Materials may be characterised by using their electrical
properties which establish how they interact when an electric
field is applied at various frequency ranges. This interaction
is used to determine properties of materials such as moisture
content, bulk density, bio-content, chemical concentration and
stress-strain. In the case of the physical characteristics of
rocks, the response of the minerals under the influence of an
electric field is different at...[Show more] distinct frequencies due to their
chemical compounds. It affects the electrical properties.
The computing of complex effective permittivity and complex
effective conductivity of materials plays an important role due
to its applications in different fields. The response of these
properties under the influence of an alternating current field is
used to characterise materials. The development of an approach to
calculate these properties involves the solution of the second
order elliptic partial differential equation as ∇ [Q(w)∇ u(x, y, z)] = 0, where Q(w)ϵC3˟3 represents the physical parameters of
the different phases in the material, and u(x,y,z) is the
electric potential. The main difficulty in solving this equation
comes from the high contrast of the coefficients in the distinct
phases of the material.
There is an efficient approach that is used to compute the
effective electrical conductivity of material under the influence
of a static field. The material is represented in a 3D image. The
Finite Element method and periodic boundary conditions are used
to build an energy function which is minimised using the
Conjugate Gradient algorithm. It allows to obtain the electric
potentials, and then the computation of the conductivity is
carried out.
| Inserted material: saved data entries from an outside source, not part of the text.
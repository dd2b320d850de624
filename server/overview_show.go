package server

import (
	"net/http"
	"slices"
	"strings"

	"github.com/labstack/echo/v4"

	"tripwell/forms"
	"tripwell/store"
)

// decideShown is how many failed devices the overview names; the rest are behind a link.
const decideShown = 12

// overviewPage is the first page: what stands, site by site, and what needs a decision.
type overviewPage struct {
	Frame
	Heading, Under string
	Doubted        string // phones know another book than this one
	Sums           []sum
	Sites          []siteRow
	Todo           []link // what waits for a manager beside the defects
	Decide         []decision
	More           []link
	None, NewSite  string
}

// sum is one large figure of the overview.
type sum struct{ Href, Figure, Text, Under, Shape string }

// siteRow is a site in a table of sites.
type siteRow struct {
	Href, Name, Code         string
	Devices, Failed, Overdue string
	FailedHref, OverdueHref  string // empty where there is none
	Next                     string
	Late                     bool
	Year                     strip
}

// decision is one device that failed, with what failed and since when.
type decision struct {
	Verdict                            mark
	Href, Spot, Tag, What, Where, When string
	Bring                              string // parts its repair needs
	Late                               bool   // it may still hurt somebody
}

func (s *Server) overviewShow(c echo.Context) error {
	view := overviewPage{Frame: s.frame(c, s.words.Say("office.overview.title"), "overview")}
	err := s.store.View(scope(c), func(v *store.View) error { return s.buildOverview(v, &view) })
	if err != nil {
		return err
	}
	return s.page(c, http.StatusOK, "overview.html", view)
}

func (s *Server) buildOverview(v *store.View, view *overviewPage) error {
	sums, err := v.SitesSums()
	if err != nil {
		return err
	}
	k := s.ink()
	overdue, soon, devices := 0, 0, 0
	failed, worst, sites := store.DefectSums{}, store.SiteSums{}, map[string]store.Site{}
	for _, one := range sums {
		overdue, soon, devices = overdue+one.Overdue, soon+one.DueSoon, devices+one.Devices
		sites[one.Site.ID] = one.Site
		defects, err := v.DefectSums(one.Site.ID)
		if err != nil {
			return err
		}
		addSums(&failed, defects)
		if one.Overdue > worst.Overdue {
			worst = one
		}
		view.Sites = append(view.Sites, s.siteRow(one, defects.Devices, s.today(one.Site)))
	}
	if err := s.todo(v, sums, view); err != nil {
		return err
	}
	if err := s.decide(v, sites, view); err != nil {
		return err
	}
	if doubts, err := v.HeadDoubts(); err != nil {
		return err
	} else if view.Change && len(doubts) > 0 {
		view.Doubted = k.say("office.overview.doubted", "n", len(doubts))
	}
	today := forms.DayOf(s.store.Now())
	view.Heading = s.standing(failed, overdue)
	view.Sums = []sum{
		{"/defects", count(failed.Devices), k.say("office.overview.sum_failed", "n", failed.Devices), s.inUseUnder(failed), shapeIf(failed.Devices > 0, "fail")},
		{"/dates?within=late", count(overdue), k.say("office.overview.sum_overdue", "n", overdue), s.overdueUnder(overdue, worst), shapeIf(overdue > 0, "watch")},
		{"/dates", count(soon), k.say("office.overview.sum_due", "day", k.near(today+31, today)), k.say("office.overview.sum_due_under"), ""},
		{"/sites", count(devices), k.say("office.overview.sum_devices", "n", devices), k.say("office.overview.sum_sites", "n", len(sums)), ""},
	}
	if len(sums) == 0 {
		view.Heading, view.None = k.say("office.overview.no_site"), k.say("office.overview.no_site_other")
		if view.Change {
			view.None, view.NewSite = k.say("office.overview.no_site_manager"), "/sites/new"
		}
	}
	return nil
}

// standing says the fact in a sentence: 4 failed: 1 still in use for 26 hours. 37 tests overdue.
func (s *Server) standing(failed store.DefectSums, overdue int) string {
	var said []string
	if sentence := s.failedSentence(failed); sentence != "" {
		said = append(said, sentence)
	}
	if overdue > 0 {
		said = append(said, s.words.Say("office.overview.overdue", "n", overdue))
	}
	if len(said) == 0 {
		return s.words.Say("office.overview.calm")
	}
	return strings.Join(said, " ")
}

func (s *Server) inUseUnder(failed store.DefectSums) string {
	if failed.InUse > 0 {
		return s.words.Say("office.overview.sum_in_use", "n", failed.InUse)
	}
	return s.words.Say("office.overview.sum_failed_under")
}

func (s *Server) overdueUnder(overdue int, worst store.SiteSums) string {
	switch {
	case overdue == 0:
		return s.words.Say("office.overview.none_late")
	case worst.Overdue == overdue:
		return s.words.Say("office.overview.all_at", "site", worst.Site.Name)
	}
	return s.words.Say("office.overview.most_at", "n", count(worst.Overdue), "site", worst.Site.Name)
}

// decide names the open defects, what is still in use first.
func (s *Server) decide(v *store.View, sites map[string]store.Site, view *overviewPage) error {
	k := s.ink()
	list, err := v.Defects(store.DefectAsk{On: forms.DayOf(s.store.Now())})
	if err != nil {
		return err
	}
	for i := range list[:min(len(list), decideShown)] {
		one, err := s.decisionOf(v, &list[i], sites[list[i].Site])
		if err != nil {
			return err
		}
		view.Decide = append(view.Decide, one)
	}
	if len(list) > decideShown {
		view.More = []link{{Href: "/defects", Text: k.say("office.overview.more_failed", "n", count(len(list)))}}
	}
	return nil
}

// decisionOf says of a defect what failed, where, and what has been done about it.
func (s *Server) decisionOf(v *store.View, d *store.Defect, site store.Site) (decision, error) {
	k := s.ink()
	row, err := s.defectRow(v, d, site)
	one := decision{Verdict: row.Verdict, Href: row.Href, Spot: row.Spot, Tag: row.Tag, What: row.What, Where: row.Where, When: row.State}
	if d.InUse() {
		one.When, one.Late = k.say("office.defect.in_use_for", "age", row.Age), true
	}
	if len(d.Parts) > 0 {
		one.Bring = k.say("office.overview.bring", "parts", strings.Join(d.Parts, ", "))
	}
	return one, err
}

// whatFailed says in words what an entry failed by: the readings outside their limits with the limits, at most three.
func (s *Server) whatFailed(e store.Entry) string { return s.failedBy(e, "") }

// failedBy is whatFailed of one cause alone; "" = all.
func (s *Server) failedBy(e store.Entry, cause string) string {
	k := s.ink().calling(e.OwnNames)
	var said []string
	for _, f := range e.Verdict.Findings {
		if f.Verdict != forms.Fail || len(said) == 3 || cause != "" && f.Reading != cause {
			continue
		}
		r := findingReading(e.Body, f)
		text := k.reading(f.Reading) + ": " + lowerFirst(k.value(f.Reading, r))
		if limit := k.limit(f.Reading, f.Limit, f.Level); limit != "" {
			text += " (" + limit + ")"
		}
		text += "."
		if number := f.Limit != nil && (f.Limit.Min != nil || f.Limit.Max != nil); !number && k.words.Has(f.Text) {
			text = k.say(f.Text) // says more than yes and no
		}
		if !slices.Contains(said, text) {
			said = append(said, text)
		}
	}
	return strings.Join(said, " ")
}

func shapeIf(is bool, shape string) string {
	if is {
		return shape
	}
	return ""
}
Moreover, this approach can also be used to
calculate effective permittivity of material when a static field
is applied, just by making a few changes in the approach.
However, it is not possible to modify this approach to compute
complex effective permittivity and complex effective conductivity
because if one wants to obtain the electric potentials, a
complex energy function has to be minimised.
This research is focused on developing a numerical scheme that
allows to solve the second order elliptic partial differential
equation with varying complex coefficients in order to obtain the
electrical potentials. In the initial stage, a few tools of
functional analysis are used to transfer the strong formulation
into the variational or weak formulation in the appropriate
functional space. A demonstration is made to prove that the
sesquilinear form is bounded and $V$-elliptic. These conditions
are necessary to use the Lax-Milgram theorem which guarantees
that there is a solution, and that it is unique. In order to
find the best approximation uh to the solution u of the
variational problem, the Galerkin method and the orthogonality
condition between u and uh are used to produce the best
uh in a given approximating subspace in a finite-dimensional
space. The process of construction of the finite-dimensional
subspace is carried out using the Finite Element method.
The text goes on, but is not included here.